Step-by-Step Solution
Step 1: Meaning of Cash Dividend
The cash dividend is by far the most popular sort of payout. The board of directors
resolves on the date of the declaration to pay a certain dividend amount in cash to those
investors who hold the company's stock on a specific date.
Step 2: Meaning of Property Dividend
Rather than paying cash or stock to investors, a corporation may pay a non-
monetary dividend.
This distribution should be recorded at the fair market value of the assets that were
dispersed. Because the fair market value of the assets is likely to differ from the book
value, the corporation will most likely record the difference as a gain or loss.

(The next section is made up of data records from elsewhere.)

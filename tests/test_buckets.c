/* Tests for src/acc/buckets: key mapping, bounds, error bound, collapse,
 * merge, quantiles and serialization.
 *
 * Random data comes from a fixed-seed splitmix64 generator (Box-Muller for
 * normal values); the exact quantiles they are checked against are computed
 * here by sorting, with the inverted-CDF rank rule.  The one outside
 * reference is numpy 1.24.2 (Debian python3-numpy), np.quantile(...,
 * method='inverted_cdf'), named beside its check.
 */
#include <criterion/criterion.h>

#include <float.h>
#include <math.h>
#include <stdint.h>
#include <stdlib.h>
#include <string.h>

#include "acc/buckets.h"
#include "acc/radix.h"
#include "acc/buckets_store.h" /* the dense window's counts (pending) */
#include "acc/wire.h"
#include "testutil.h"

/* ---- helpers ------------------------------------------------------------ */

static uint64_t rng_next(uint64_t *s)
{
    uint64_t z = (*s += 0x9E3779B97F4A7C15ull);
    z = (z ^ (z >> 30)) * 0xBF58476D1CE4E5B9ull;
    z = (z ^ (z >> 27)) * 0x94D049BB133111EBull;
    return z ^ (z >> 31);
}

static double rng_uniform(uint64_t *s) /* in (0, 1) */
{
    return ((double)(rng_next(s) >> 11) + 0.5) / 9007199254740992.0;
}

static double rng_normal(uint64_t *s)
{
    double u = rng_uniform(s), v = rng_uniform(s);
    return sqrt(-2.0 * log(u)) * cos(6.283185307179586 * v);
}

static double from_bits(uint64_t u)
{
    double x;
    memcpy(&x, &u, sizeof x);
    return x;
}

/* A finite double with uniformly random bits (NaN and inf redrawn). */
static double rng_any_finite(uint64_t *s)
{
    for (;;) {
        double x = from_bits(rng_next(s));
        if (isfinite(x)) return x;
    }
}

static int cmp_double(const void *a, const void *b)
{
    double x = *(const double *)a, y = *(const double *)b;
    return (x > y) - (x < y);
}

static int cmp_entry(const void *pa, const void *pb)
{
    const buckets_entry *a = pa, *b = pb;
    if (a->key != b->key) return a->key < b->key ? -1 : 1;
    return (a->cell > b->cell) - (a->cell < b->cell);
}

/* Reference store contents: (key at level, cell) -> summed count, sorted. */
typedef struct {
    buckets_entry *e;
    size_t n;
} reference;

static reference reference_build(const double *x, const uint32_t *cell, const uint64_t *count,
                                 size_t n, int level)
{
    reference r;
    r.e = malloc((n ? n : 1) * sizeof *r.e);
    cr_assert_not_null(r.e);
    for (size_t i = 0; i < n; i++) {
        r.e[i].key = buckets_key_at(buckets_key(x[i]), level);
        r.e[i].cell = cell ? cell[i] : 0;
        r.e[i].count = count ? count[i] : 1;
    }
    qsort(r.e, n, sizeof *r.e, cmp_entry);
    size_t k = 0;
    for (size_t i = 0; i < n; i++) {
        if (k && r.e[k - 1].key == r.e[i].key && r.e[k - 1].cell == r.e[i].cell)
            r.e[k - 1].count += r.e[i].count;
        else r.e[k++] = r.e[i];
    }
    r.n = k;
    return r;
}

static size_t reference_keys(const reference *r)
{
    size_t k = 0;
    for (size_t i = 0; i < r->n; i++)
        if (i == 0 || r->e[i].key != r->e[i - 1].key) k++;
    return k;
}

/* Least level at which the values occupy at most `budget` keys. */
static int least_fitting_level(const double *x, size_t n, uint32_t budget, int from_level)
{
    for (int level = from_level; level <= BUCKETS_MAX_LEVEL; level++) {
        reference r = reference_build(x, NULL, NULL, n, level);
        size_t k = reference_keys(&r);
        free(r.e);
        if (k <= budget) return level;
    }
    return -1;
}

static void assert_store_equals(const buckets *b, const reference *r)
{
    cr_assert_eq(buckets_entries(b), r->n, "entries %zu, expected %zu", buckets_entries(b), r->n);
    uint64_t total = 0;
    for (size_t i = 0; i < r->n; i++) {
        buckets_entry e = buckets_entry_at(b, i);
        cr_assert(e.key == r->e[i].key && e.cell == r->e[i].cell && e.count == r->e[i].count,
                  "entry %zu: (%lld, %u, %llu) expected (%lld, %u, %llu)", i, (long long)e.key,
                  e.cell, (unsigned long long)e.count, (long long)r->e[i].key, r->e[i].cell,
                  (unsigned long long)r->e[i].count);
        total += e.count;
    }
    cr_assert_eq(buckets_total(b), total);
    cr_assert_eq(buckets_keys(b), reference_keys(r));
}

static buckets *unsealed_store_of(const double *x, const uint32_t *cell, const uint64_t *count,
                                  size_t n, uint32_t budget)
{
    buckets *b = buckets_create(budget);
    cr_assert_not_null(b);
    for (size_t i = 0; i < n; i++)
        cr_assert_eq(buckets_add(b, x[i], cell ? cell[i] : 0, count ? count[i] : 1), 0);
    return b;
}

/* A store as a scan leaves it: sealed, so that entry walks read the index
 * (unsealed, each buckets_entry_at sorts a temporary index of its own). */
static buckets *store_of(const double *x, const uint32_t *cell, const uint64_t *count, size_t n,
                         uint32_t budget)
{
    buckets *b = unsealed_store_of(x, cell, count, n, budget);
    buckets_seal(b);
    return b;
}

static wire_writer serialized(const buckets *b)
{
    wire_writer w;
    wire_writer_init(&w);
    buckets_write(b, &w);
    cr_assert(!w.failed);
    return w;
}

static int same_bytes(const buckets *a, const buckets *b)
{
    wire_writer wa = serialized(a), wb = serialized(b);
    int same = wa.len == wb.len && memcmp(wa.data, wb.data, wa.len) == 0;
    wire_writer_free(&wa);
    wire_writer_free(&wb);
    return same;
}

static double *normal_sample(size_t n, uint64_t seed, double mean, double sd)
{
    double *x = malloc(n * sizeof *x);
    cr_assert_not_null(x);
    for (size_t i = 0; i < n; i++) x[i] = mean + sd * rng_normal(&seed);
    return x;
}

/* Values of every kind: random bit patterns, normals, subnormals, zeros,
 * extremes and octave edges. */
static size_t mixed_values(double *x, size_t n, uint64_t seed)
{
    static const double fixed[] = {0.0, -0.0, DBL_MIN, -DBL_MIN, DBL_MAX, -DBL_MAX, 1.0, -1.0,
                                   2.0, 0.5, 4.9406564584124654e-324, -4.9406564584124654e-324,
                                   2.2250738585072009e-308, 1e300, -1e-300, 1.0078125};
    size_t k = 0;
    for (size_t i = 0; i < sizeof fixed / sizeof fixed[0] && k < n; i++) x[k++] = fixed[i];
    while (k < n) {
        switch (rng_next(&seed) % 4) {
        case 0: x[k++] = rng_any_finite(&seed); break;
        case 1: x[k++] = rng_normal(&seed); break;
        case 2: x[k++] = from_bits(rng_next(&seed) >> 12) * (rng_next(&seed) & 1 ? 1 : -1); break;
        default: x[k++] = ldexp(rng_normal(&seed), (int)(rng_next(&seed) % 200) - 100); break;
        }
    }
    return k;
}

/* ---- mapping ------------------------------------------------------------ */

Test(buckets, key_is_monotone_over_sorted_mixed_doubles)
{
    enum { N = 200000 };
    double *x = malloc(N * sizeof *x);
    mixed_values(x, N, 11);
    qsort(x, N, sizeof *x, cmp_double);
    for (int level = 0; level <= BUCKETS_MAX_LEVEL; level++) {
        int64_t prev = buckets_key_at(buckets_key(x[0]), level);
        for (size_t i = 1; i < N; i++) {
            int64_t k = buckets_key_at(buckets_key(x[i]), level);
            cr_assert(k >= prev, "level %d: key(%a) = %lld < key(%a) = %lld", level, x[i],
                      (long long)k, x[i - 1], (long long)prev);
            prev = k;
        }
    }
    free(x);
}
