# json SUMMARY EXPR: evaluates the python expression EXPR over d, the info
# JSON of SUMMARY, and prints the result (compact JSON).
json() {
    "$SHEAF" info --format json "$1" >"$T/json.out" 2>"$T/json.err" || { echo "info-exit-$?"; return; }
    "$PY" -c 'import json,sys
d = json.load(open(sys.argv[1]))
print(json.dumps(eval(sys.argv[2]), sort_keys=True, separators=(",", ":")))' "$T/json.out" "$2"
}
# body SUMMARY: info JSON without the sources block and the byte count.
body() { json "$1" '{k: v for k, v in d.items() if k not in ("sources", "bytes")}'; }
# jcheck NAME SUMMARY EXPR WANT: json SUMMARY EXPR prints WANT.
jcheck() {
    if [ "$HAVE_PY" -eq 0 ]; then skip "$1" "$PY not found"; return; fi
    local got
    got=$(json "$2" "$3")
    if [ "$got" = "$4" ]; then pass "$1"; else fail "$1" "$3 is $got, want $4"; fi
}
# same_body NAME A B: the two summaries agree apart from sources and bytes.
same_body() {
    if [ "$HAVE_PY" -eq 0 ]; then skip "$1" "$PY not found"; return; fi
    local a b
    a=$(body "$2")
    b=$(body "$3")
    if [ -n "$a" ] && [ "$a" = "$b" ]; then pass "$1"; else
        fail "$1" "info JSON differs: $(cut -c1-150 <<<"$a") vs $(cut -c1-150 <<<"$b")"
    fi
}
# close_body NAME A B: as same_body, but numbers agree to 1e-12 relative
# (absolute 1e-12 near 0): for scans whose rows were grouped differently.
close_body() {
    if [ "$HAVE_PY" -eq 0 ]; then skip "$1" "$PY not found"; return; fi
    body "$2" >"$T/body.a"
    body "$3" >"$T/body.b"
    local why
    why=$("$PY" -c 'import json,sys
def cmp(a, b, path):
    if isinstance(a, bool) or isinstance(b, bool) or not (isinstance(a, (int, float)) and isinstance(b, (int, float))):
        if type(a) != type(b):
            return [path]
        if isinstance(a, dict):
            if set(a) != set(b):
                return [path + " keys"]
            return [p for k in a for p in cmp(a[k], b[k], path + "." + k)]
        if isinstance(a, list):
            if len(a) != len(b):
                return [path + " length"]
            return [p for i in range(len(a)) for p in cmp(a[i], b[i], "%s[%d]" % (path, i))]
        return [] if a == b else [path]
    if isinstance(a, int) and isinstance(b, int):
        return [] if a == b else [path]
    return [] if abs(a - b) <= 1e-12 * max(abs(a), abs(b), 1.0) else ["%s %r vs %r" % (path, a, b)]
try:
    d = cmp(json.load(open(sys.argv[1])), json.load(open(sys.argv[2])), "")
except ValueError as e:
    d = ["not JSON: %s" % e]
print("; ".join(d[:4]))' "$T/body.a" "$T/body.b")
    if [ -z "$why" ]; then pass "$1"; else fail "$1" "differs at $why"; fi
}
# scan_ok NAME ARGS...: scan must exit 0.
scan_ok() {
    local name=$1
    shift
    run "$SHEAF" scan -q "$@"
    if [ "$RC" -eq 0 ]; then return 0; fi
    fail "$name" "scan $* exited $RC: $(err_text)"
    return 1
}
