Test(describe, a_column_description_holds_the_accessor_figures)
{
    summary *s = scan_text(CLASSES, "cls");
    size_t v = (size_t)column(s, "v");
    column_description d;
    cr_assert_eq(describe_column(s, v, 0.99, 2, &d), 0);
    cr_assert_str_eq(d.name, "v");
    cr_assert_eq(d.kind, KIND_NUMERIC);
    cr_assert_eq(d.numbers, 5);
    cr_assert_eq(d.present, 5);
    REL(d.mean, 4.4, 1e-15); /* (1 + 2 + 3 + 6 + 10) / 5, by hand */
    cr_assert_eq(d.sd, sqrt(d.variance));
    cr_assert_eq(d.min, 1);
    cr_assert_eq(d.max, 10);
    cr_assert_eq(d.median, d.quantiles[3]);
    cr_assert_eq(describe_quantile_probs[3], 0.5);
    for (size_t q = 1; q < DESCRIBE_NQUANTILES; q++) cr_assert_geq(d.quantiles[q], d.quantiles[q - 1]);
    cr_assert_eq(d.distinct, 5);
    cr_assert(d.distinct_exact);
    cr_assert_eq(d.ntop, 2);
    cr_assert(d.has_by_class);
    cr_assert_eq(d.nclasses, 2);
    cr_assert_str_eq(d.by_class[1].label, "b");
    REL(d.by_class[1].variance, 16.0, 1e-15);
    describe_column_free(&d);
    cr_assert_eq(describe_class_total(s), 5);
    /* The target itself is categorical: no per-class figures. */
    cr_assert_eq(describe_column(s, 2, 0.99, 0, &d), 0);
    cr_assert_eq(d.kind, KIND_CATEGORICAL);
    cr_assert_not(d.has_by_class);
    cr_assert_eq(d.ntop, 0);
    cr_assert_null(d.top);
    describe_column_free(&d);
    summary_free(s);
}

/* ---- corr --------------------------------------------------------------- */

Test(corr, columns_are_the_numeric_ones_in_summary_order_and_names_filter_them)
{
    summary *s = scan_text(SMALL, NULL);
    size_t cols[3];
    char err[128];
    cr_assert_eq(corr_columns(s, 0.99, NULL, cols, err, sizeof err), 2);
    cr_assert_eq(cols[0], 0);
    cr_assert_eq(cols[1], 1);
    cr_assert_eq(corr_columns(s, 0.99, "y", cols, err, sizeof err), 1);
    cr_assert_eq(cols[0], 1);
    cr_assert_eq(corr_columns(s, 0.99, "y,,x,", cols, err, sizeof err), 2);
    cr_assert_eq(corr_columns(s, 0.99, "x,word", cols, err, sizeof err), -1);
    cr_assert_str_eq(err, "'word' is not a numeric column");
    summary_free(s);
}

Test(corr, matrix_entries_are_the_pairwise_accessors)
{
    summary *s = scan_text(SMALL, NULL);
    size_t cols[] = {0, 1};
    double r[4], c[4];
    uint64_t n[4];
    corr_matrix(s, cols, 2, CORR_PEARSON, r);
    corr_matrix(s, cols, 2, CORR_COVARIANCE, c);
    corr_pair_counts(s, cols, 2, n);
    REL(r[1], sqrt(3.0 / 7), 1e-14);
    cr_assert_eq(r[1], r[2]);
    REL(r[0], 1.0, 1e-15);
    REL(c[1], 10.0, 1e-14);
    REL(c[0], 5.0 / 3, 1e-14);
    REL(c[3], 875.0 / 3, 1e-14);
    cr_assert_eq(n[0], 4);
    cr_assert_eq(n[1], 3);
    cr_assert_eq(n[3], 4);
    summary_free(s);
}
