/* The numbers of a lane's cells: parse (an expression of text, length and
 * &d giving a number_kind) for each cell, then a finite number becomes a
 * deviation from the column's reference decimal (number_deviation, on the
 * reference unpacked in the lane).  A macro, so that the SSSE3 variant below
 * inlines its parser. */
#define DECODE_NUMBERS(parse)                                                                  \
    do {                                                                                       \
        size_t nnum = l->nnum;                                                                 \
        for (size_t i = 0; i < n; i++) {                                                       \
            number_decimal d;                                                                  \
            switch (parse(l->text[i], l->len[i], &d)) {                                        \
            case NUMBER_FINITE: {                                                              \
                if (!c->mom.has_ref) {                                                         \
                    moments_set_ref(&c->mom, &d);                                              \
                    number_ref_set(&l->ref, &d);                                               \
                }                                                                              \
                l->dev[nnum] = number_deviation(&d, &l->ref);                                  \
                l->val[nnum] = d.value;                                                        \
                l->num_row[nnum] = l->cell_row[i];                                             \
                nnum++;                                                                        \
                break;                                                                         \
            }                                                                                  \
            case NUMBER_NONFINITE: c->non_finite++; break;                                     \
            default:                                                                           \
                c->non_numeric++;                                                              \
                keep_example(c, l->text[i], l->len[i]);                                        \
            }                                                                                  \
        }                                                                                      \
        l->nnum = nnum;                                                                        \
    } while (0)

static void decode_numbers(summary_column *c, lane *l, size_t n)
{
    DECODE_NUMBERS(number_parse);
}

#if defined(NUMBER_SIMD)
/* Cells sit in padded chunks, so the SIMD parser may read past them. */
__attribute__((target("ssse3"))) static void decode_numbers_ssse3(summary_column *c, lane *l,
                                                                  size_t n)
{
    DECODE_NUMBERS(number_parse_padded);
}
#endif

/* Hashes and parses the buffered cells of one column, one column at a time
 * (each column's cells look alike, so the branches of the hash and the
 * parser predict well). */
static void decode_lane(scanner *sc, summary_column *c, lane *l)
{
    const size_t n = l->ncells;
    for (size_t i = 0; i < n; i++) l->hash[i] = XXH3_64bits(l->text[i], l->len[i]);
    if (c->mode == COLUMN_CATEGORICAL) { c->non_numeric += n; return; }
#if defined(NUMBER_SIMD)
    if (sc->simd) { decode_numbers_ssse3(c, l, n); return; }
#endif
    (void)sc;
    decode_numbers(c, l, n);
}

/* Every column's cell of the current record (sc->fields, nf of them).  Kept
 * out of line: inside the record loop the compiler runs out of registers. */
static __attribute__((noinline)) void row_cells(scanner *sc, size_t nf)
{
    summary *w = sc->work;
    const csv_field *fields = sc->fields;
    const lane *lanes = sc->lanes;
    const size_t ncols = w->ncols;
    for (size_t j = 0; j < ncols; j++) {
        size_t fi = (size_t)lanes[j].field;
        if (fi >= nf) { w->cols[j].missing++; continue; }
        cell(sc, j, fields[fi].ptr, fields[fi].len);
    }
}

/* The target cell of the current row: its class, or its regression cell and
 * value.  Returns SCAN_OK or an error (too many classes for a text target). */
static scan_status target_cell(scanner *sc, const char *path, uint64_t line, const char *p,
                               uint32_t len)
{
    size_t r = sc->block_rows;
    sc->row_cell[r] = 0;
    sc->row_class[r] = 0;
    sc->row_has_y[r] = 0;
    if (!p || is_missing(sc, p, len)) return SCAN_OK;
    summary *run = sc->run, *w = sc->work;
    summary_column *tc = &w->cols[run->target];
    number_decimal d;
    int finite = tc->mode != COLUMN_CATEGORICAL && number_parse(p, len, &d) == NUMBER_FINITE;
    if (!finite) w->target_text++;
    if (run->has_classes) {
        uint32_t k = summary_class_of(run, XXH3_64bits(p, len), p, len, finite ? &d : NULL);
        if (k) {
            run->class_rows[k - 1]++;
            sc->row_cell[r] = sc->row_class[r] = k;
            return SCAN_OK;
        }
        /* One class too many. */
        int numeric = finite && run->opt.task != TASK_CLASSIFY;
        for (uint32_t c = 0; numeric && c < run->nclasses; c++) numeric = run->class_numeric[c];
        if (!numeric) {
            snprintf(sc->err, sc->errlen,
                     "%s: line %llu: target '%s' has more than %u classes; raise --max-classes "
                     "or use --task regress",
                     path, (unsigned long long)line, run->opt.target, run->opt.max_classes);
            return SCAN_ERR_INPUT;
        }
        /* A numeric target: it continues as a regression target. */
        if (flush_lanes(sc) != 0 || (w != run && summary_drop_classes(w, run) != 0) ||
            summary_drop_classes(run, run) != 0) {
            snprintf(sc->err, sc->errlen, "out of memory");
            return SCAN_ERR_MEMORY;
        }
        r = 0;
        sc->row_cell[r] = sc->row_class[r] = sc->row_has_y[r] = 0;
    }
    if (finite) {
        if (!tc->mom.has_ref) moments_set_ref(&tc->mom, &d);
        sc->row_cell[r] = summary_target_cell(d.value);
        sc->row_y[r] = number_difference(&d, &tc->mom.ref, NULL);
        sc->row_has_y[r] = 1;
    }
    return SCAN_OK;
}

/* Splits a comma list; returns the count or -1 on OOM.  *items points into *buf. */
static int split_list(const char *s, char ***items, char **buf)
{
    *items = NULL;
    *buf = NULL;
    if (!s || !*s) return 0;
    *buf = strdup(s);
    size_t n = 1;
    for (const char *p = s; *p; p++) n += *p == ',';
    *items = calloc(n, sizeof **items);
    if (!*buf || !*items) return -1;
    size_t k = 0;
    for (char *tok = strtok(*buf, ","); tok; tok = strtok(NULL, ",")) (*items)[k++] = tok;
    return (int)k;
}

Step 3: Meaning of liquidating Dividends
A liquidation dividend occurs when the board of directors wishes to return the
capital originally given by shareholders as a dividend, and it may be a forerunner to
the business being shut down.
Step 4: Meaning of Stock Dividends
A stock dividend is the unrestricted distribution of a company's common stock to its
common shareholders. Treat the transaction as a stock dividend if the corporation
issues less than 25% of the total number of previously existing shares.
Step 5: Distinction among all Above Dividend
A cash dividend is a monetary payment, whereas a property dividend is a distribution
of non-cash assets. A liquidating dividend is one that is not based on retained
earnings. A stock dividend is the issue of additional shares of a corporation's stock to
existing owners in a nonreciprocal exchange with no change in the par or stated value.